In a potentially important recent decision, Texas Rice Land Partners v. Denbury Green Pipeline the Texas Supreme Court has invalidated the use of eminent domain for a private pipeline to be owned by an oil company. Gideon Kanner has some good commentary on the decision here.
In Texas and many other states, public utilities and other “common carriers” have the power to use eminent domain to acquire land for their operations. In this case, however, Denbury, an oil company, sought to use eminent domain for a pipeline that would only transport carbon dioxide to and from its own facilities, without providing any service to the general public. In theory, the public would have the right to use the pipeline, but in practice no one but Denbury would have any reason to do so. The Texas Supreme Court quite rightly concluded that a “common carrier” taking must actually serve the general public, not just the carrier itself:
To qualify as a common carrier with the power of eminent domain, the pipeline must serve the public…. [E]xtending the power of eminent domain to the taking of property for a private use cannot survive constitutional scrutiny. The Denbury Green pipeline would not serve a public purpose if it were built and maintained only to transport gas belonging to Denbury from one Denbury site to another. As a constitutional matter, we can see no purpose other than a purely private one in such circumstances….

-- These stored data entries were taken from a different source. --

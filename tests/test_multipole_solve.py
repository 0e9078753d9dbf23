"""Coupled multipole lattice model against the dipole model and physics (docs/theory.md §9)."""

import miepython
import numpy as np
import pytest
from autograd import grad

from chiropt.design import design_from_dict
from chiropt.farfield import power_fractions
from chiropt.multipole.solve import solve_multipole
from chiropt.multipole.tmatrix import (
    choose_lmax,
    design_particles,
    sphere_tmatrix,
    stack_tmatrices,
)
from chiropt.solve import solve
from chiropt.structure import build_structure

SQUARE = {"kind": "square", "period_nm": 450}
HEX = {"kind": "hexagonal", "period_nm": 470}
SI = {"n": 3.6, "k": 0.0}     # silicon-like, lossless (illustrative)
GLASS = {"n": 1.46, "k": 0.0}  # fused-silica-like (illustrative)


def _design(lattice=SQUARE, *, radius=90.0, material=SI, wl=(600.0, 700.0, 850.0), polar=0.0,
            azimuth=0.0, substrate=None, particles=None, host=1.0, gap=0.0):
    data = {"lattice": lattice,
            "particles": particles or [{"radius_nm": radius, "material": material}],
            "host_index": host,
            "illumination": {"wavelength_nm": list(wl), "polar_deg": polar,
                             "azimuth_deg": azimuth},
            "model": {"tolerance": 1e-10}}
    if substrate is not None:
        data.update(substrate={"material": substrate}, gap_nm=gap)
    return design_from_dict(data)


def _run(design, lmax, values=None, **kw):
    st = build_structure(design, values)
    T = stack_tmatrices(design_particles(design, values), st.k, lmax)
    return st, solve_multipole(st, T, lmax, **kw)


TWO = [{"radius_nm": 80, "material": SI, "position_nm": [0, 0]},
       {"radius_nm": 55, "material": {"n": 2.4, "k": 0.0}, "position_nm": [210, 140]}]


@pytest.mark.parametrize("substrate", [None, GLASS])
@pytest.mark.parametrize("particles", [None, TWO])
def test_lmax1_equals_dipole_model(substrate, particles):
    # chiropt.solve (the dipole model, docs/theory.md §5, §7): at lmax = 1 the multipole
    # equations are the same physics; same orders kept -> R, T, amplitudes, moments to 1e-10
    des = _design(polar=20, azimuth=30, substrate=substrate, particles=particles, gap=10.0)
    st, sol = _run(des, 1)
    ref = solve(st, g_max=float(np.max(np.linalg.norm(sol.orders.q[0], axis=-1))) * 1.5)
    n = sol.up_sp.shape[2]
    assert ref.up_sp.shape[2] >= n
    fr, fm = power_fractions(ref), power_fractions(sol)
    assert np.abs(fr["R"] - fm["R"]).max() < 1e-10
    assert np.abs(fr["T"] - fm["T"]).max() < 1e-10
    nf = sol.n_far
    for a, b in ((ref.up_sp, sol.up_sp), (ref.exit_sp, sol.exit_sp)):
        assert np.abs(a[:, :, :nf] - b[:, :, :nf]).max() < 1e-10
    # evanescent orders referenced at z_top grow like exp(|kz| h): compare relatively
    assert np.abs(ref.down_sp[:, :, :n] - sol.down_sp).max() \
        < 1e-10 * np.abs(sol.down_sp).max()
    assert np.abs(ref.moments - sol.moments).max() < 1e-10 * np.abs(ref.moments).max()


@pytest.mark.parametrize("lmax", [1, 2, 3, 4])
@pytest.mark.parametrize("lattice", [SQUARE, HEX])
@pytest.mark.parametrize("polar,azimuth", [(0.0, 0.0), (25.0, 30.0)])
def test_energy_conservation_lossless(lmax, lattice, polar, azimuth):
    # docs/theory.md §8: R + T = 1 for lossless particles (both below and above the
    # diffraction threshold: 420 nm diffracts on the square lattice) to 1e-10
    _, sol = _run(_design(lattice, wl=(420.0, 620.0, 800.0), polar=polar, azimuth=azimuth),
                  lmax)
    fr = power_fractions(sol)
    assert np.abs(fr["R"] + fr["T"] - 1).max() < 1e-10
    assert fr["R"].max() > 1e-2


@pytest.mark.parametrize("lmax", [1, 2, 3])
@pytest.mark.parametrize("polar,azimuth", [(0.0, 0.0), (30.0, 20.0)])
def test_energy_conservation_with_substrate(lmax, polar, azimuth):
    # docs/theory.md §8 with a lossless substrate (to 1e-9), sphere 20 nm above glass
    _, sol = _run(_design(HEX, wl=(640.0, 780.0), polar=polar, azimuth=azimuth,
                          substrate=GLASS, gap=20.0), lmax)
    fr = power_fractions(sol)
    assert np.abs(fr["R"] + fr["T"] - 1).max() < 1e-9


@pytest.mark.parametrize("lmax", [1, 3])
def test_lossy_absorption_equals_particle_losses(lmax):
    # docs/theory.md §8: with loss, 1 - R - T equals the power the particles absorb,
    # -Re(e^H f) - |f|^2 per particle (Mishchenko, Travis & Lacis 2002 §5.8)
    _, sol = _run(_design(HEX, material={"n": 3.7, "k": 0.08}, polar=15, azimuth=10,
                          substrate=GLASS, gap=5.0, wl=(560.0, 700.0)), lmax)
    fr = power_fractions(sol)
    assert np.abs(fr["A"] - fr["A_particles"]).max() < 1e-9
    assert fr["A"].min() > 1e-3


@pytest.mark.parametrize("polar", [0.0, 20.0])
def test_convergence_with_lmax_is_geometric(polar):
    # docs/theory.md §15: successive differences shrink geometrically (Si-like n = 3.6, r = 100 nm,
    # period 450 nm, x = k r = 1.21 at 520 nm, 1.45 at 435 nm); common practice, no source
    des = _design(radius=100.0, wl=(520.0, 600.0), polar=polar)
    R = [power_fractions(_run(des, L)[1])["R"] for L in (1, 2, 3, 4, 5)]
    diff = [np.abs(R[i + 1] - R[i]).max() for i in range(4)]
    assert diff[0] > 1e-3  # the dipole model is measurably off (docs/theory.md §15)
    assert diff[1] < 0.3 * diff[0] and diff[2] < 0.3 * diff[1] and diff[3] < 0.3 * diff[2]


def test_sparse_lattice_forward_extinction_equals_mie():
    # Optical theorem: for a sparse lattice 2 A Re(1 - t00) -> sigma_ext of the isolated
    # sphere truncated at lmax; miepython (reference library) a_n, b_n,
    # sigma_ext = (2 pi/k^2) sum (2n+1) Re(a_n + b_n) (Bohren & Huffman eq. 4.62).
    # A weak scatterer (m = 1.33, x = 2) keeps the lattice correction (~ sigma/A, decaying
    # like period^-1.5 next to the nearest grazing order) well below the quadrupole share.
    wl, m, x, lmax = 700.0, 1.33, 2.0, 2
    k = 2 * np.pi / wl

    def mie_sigma(L):
        a, b = miepython.an_bn(np.conj(m), x, L)  # miepython takes m = n - i k
        n = np.arange(1, L + 1)
        return 2 * np.pi / k ** 2 * np.sum((2 * n + 1) * np.real(a + b))

    sigma = mie_sigma(lmax)
    share = 1 - mie_sigma(lmax - 1) / sigma   # quadrupole share, ~ 0.11
    errs = []
    # periods chosen as far as possible from the anomalies |G| = k (square lattice)
    for period in (19.532 * wl, 40.927 * wl):
        des = _design({"kind": "square", "period_nm": period}, radius=x / k,
                      material={"n": m, "k": 0.0}, wl=(wl,))
        _, sol = _run(des, lmax)
        e_inc = sol.incident_vector()[0, 0]
        t00 = np.vdot(e_inc, sol.exit_vectors(1)[0, 0, 0])
        errs.append(abs(2 * period ** 2 * np.real(1 - t00) / sigma - 1))
    assert errs[1] < errs[0] < 0.04
    assert errs[1] < 0.1 * share


def _jones(sol):
    """Zeroth-order reflection Jones matrix on (s, p) from the two helicity solutions."""
    inc = sol.incident_sp[0].T          # (2 comps, 2 helicities)
    out = sol.up_sp[0, :, 0, :].T
    return out @ np.linalg.inv(inc)


@pytest.mark.parametrize("lmax", [1, 2, 3])
def test_reciprocity_of_zeroth_order_reflection(lmax):
    # Lorentz reciprocity (Landau & Lifshitz, ECM §89; common practice): reversing k_par
    # (azimuth + 180 deg) gives r_ss, r_pp unchanged and r_sp(k_par) = -r_ps(-k_par) in the
    # basis s = z x q_hat, p = s x k_hat; chiral-looking two-particle cell, oblique incidence
    J1 = _jones(_run(_design(particles=TWO, wl=(720.0,), polar=35, azimuth=25), lmax)[1])
    J2 = _jones(_run(_design(particles=TWO, wl=(720.0,), polar=35, azimuth=205), lmax)[1])
    assert abs(J1[0, 1]) > 1e-3  # cross-polarized reflection is present
    np.testing.assert_allclose([J1[0, 0], J1[1, 1], J1[0, 1], J1[1, 0]],
                               [J2[0, 0], J2[1, 1], -J2[1, 0], -J2[0, 1]], atol=1e-10)


def test_sphere_tmatrix_is_minus_mie_coefficients():
    # sphericalwaves/tmatrix convention: T = diag(-a_l) on N modes, diag(-b_l) on M modes;
    # miepython (reference library) a_n, b_n
    x, m = np.array([1.3]), np.array([3.5 + 0.02j])
    T = np.asarray(sphere_tmatrix(x, m, 3))[0]
    a, b = miepython.an_bn(np.conj(m[0]), x[0], 3)
    d = np.diagonal(T)
    np.testing.assert_allclose(d[0:6:2], -a[0], rtol=1e-12)   # l = 1, N modes
    np.testing.assert_allclose(d[7:16:2], -b[1], rtol=1e-12)  # l = 2, M modes
    assert np.abs(T - np.diag(d)).max() == 0


def test_choose_lmax_grows_with_size():
    # Mie orders fall off beyond l ~ x (Wiscombe, Appl. Opt. 19, 1505 (1980)); common practice
    small = design_particles(_design(radius=30.0))
    big = design_particles(_design(radius=120.0))
    k = 2 * np.pi / np.array([600e-9])
    assert choose_lmax(small, k, tol=1e-4) < choose_lmax(big, k, tol=1e-4)


def test_gradient_through_multipole_solve():
    # common practice, no source: autograd derivative of R w.r.t. the radius (lmax = 2,
    # with a substrate) against a central finite difference
    des = _design(HEX, wl=(700.0,), polar=20, substrate=GLASS, gap=10.0)

    def R(radius):
        vals = {"particles[0].radius_nm": radius}
        return power_fractions(_run(des, 2, vals, warn=False)[1])["R"][0, 0]

    g = grad(R)(90.0)
    h = 1e-4
    fd = (R(90.0 + h) - R(90.0 - h)) / (2 * h)
    assert abs(g - fd) < 1e-6 * max(abs(fd), 1e-3)


def test_bad_tmatrix_shape_is_an_input_error():
    from chiropt.errors import InputError

    des = _design()
    st = build_structure(des)
    with pytest.raises(InputError, match="tmatrices"):
        solve_multipole(st, np.zeros((3, 1, 6, 6)), 2)
    with pytest.raises(InputError, match="lmax"):
        solve_multipole(st, np.zeros((3, 1, 6, 6)), 0)


@pytest.mark.parametrize("arg,reflected", [(a, True) for a in range(7)]
                         + [(a, False) for a in range(3)])
def test_coupled_solve_primitive_matches_the_taped_operations(arg, reflected):
    # autograd (reference library): its own derivative of the operation-by-operation
    # system (reception and emission vectors of the orders, their stack-reflected products,
    # (I - T W) f = T b, e = b + W f) that the primitive replaces; values equal, and the
    # gradient of a real functional of f and e w.r.t. each (complex) input equal to round-off
    import autograd.numpy as anp
    from autograd import grad as agrad

    from chiropt.multipole.coupled import coupled_solve
    from chiropt.sphericalwaves import channel_modes

    rng = np.random.default_rng(5)
    W, G, N, lmax = 2, 7, 2, 1
    K = lmax * (lmax + 2)
    M = N * 2 * K

    def c(*shape):
        return rng.normal(size=shape) + 1j * rng.normal(size=shape)

    args = [0.3 * c(W, M, M), 0.2 * c(W, M, M), c(W, 2, M),
            c(W, G, N), c(W, G, 2), 0.3 * c(W, G, 2, K), c(W, G, N)]
    weight_f, weight_e = c(W, 2, M), c(W, 2, M)

    def taped(Tb, W_lat, b, rc, r, P, ph):
        Wm = W_lat
        if reflected:
            recv = channel_modes(P, "receive", lmax)
            emit = channel_modes(P, "emit", lmax, down=True)
            rv = (anp.reshape(rc, (W, G, 1, N, 1)) * anp.reshape(r, (W, G, 2, 1, 1))
                  * anp.reshape(recv, (W, G, 2, 1, 2 * K)))
            em = anp.reshape(ph, (W, G, 1, N, 1)) * anp.reshape(emit, (W, G, 2, 1, 2 * K))
            Wm = Wm + anp.matmul(anp.transpose(anp.reshape(rv, (W, 2 * G, M)), (0, 2, 1)),
                                 anp.reshape(em, (W, 2 * G, M)))
        A = anp.eye(M)[None] - anp.matmul(Tb, Wm)
        f = anp.transpose(anp.linalg.solve(A, anp.matmul(Tb, anp.transpose(b, (0, 2, 1)))),
                          (0, 2, 1))
        e = b + anp.transpose(anp.matmul(Wm, anp.transpose(f, (0, 2, 1))), (0, 2, 1))
        return f, e

    def ours(Tb, W_lat, b, rc, r, P, ph):
        return coupled_solve(Tb, W_lat, b, (rc, r, P, ph, lmax) if reflected else None)

    def functional(fn):
        def wrapped(x):
            a = list(args)
            a[arg] = x
            f, e = fn(*a)
            return anp.real(anp.sum(weight_f * f) + anp.sum(weight_e * e))
        return wrapped

    for mine, ref in zip(ours(*args), taped(*args), strict=True):
        np.testing.assert_allclose(mine, ref, rtol=1e-12)
    mine = agrad(functional(ours))(args[arg])
    ref = agrad(functional(taped))(args[arg])
    np.testing.assert_allclose(mine, ref, rtol=1e-11, atol=1e-12)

We accordingly hold that to qualify as a common carrier of CO2 under Chapter 111 [of Texas law], a reasonable probability must exist, at or before the time common-carrier status is challenged, that the pipeline will serve the public by transporting gas for customers who will either retain ownership of their gas or sell it to parties other than the carrier.
The case has been remanded for the trial court. In order to prevail there, Denbury would have to prove that its pipeline will transport carbon dioxide for the general public and not just its own use.
Some press commentary suggests that this decision will have a major impact on future pipeline takings in Texas. That may be so. But Texas eminent domain law contains several other loopholes that make it easy for private interest groups to get government to condemn property for their own benefit. As I discuss in this article and here, Texas’ post-Kelo eminent domain reform law includes a very broad definition of “blight” that enables almost any property to be declared blighted and transferred to private parties. Oil companies and others seeking to use eminent domain for private pipelines might be able to get the land they want by having it declared blighted. This might require greater political clout than the direct private exercise of eminent domain under Chapter 111. The oil company in question would have to lobby the local government or redevelopment agency. However, Texas oil companies certainly have plenty of political influence.
UPDATE: I have not been able to find a link to the decision online. It is, however, available on Westlaw and Lexis.
UPDATE #2: I have corrected some minor errors in the initial version of this post. Because I made the corrections within a few minutes of the original posting, I am not going to describe them in detail, since I don’t think there was any time for the mistakes to influence public discourse on the case.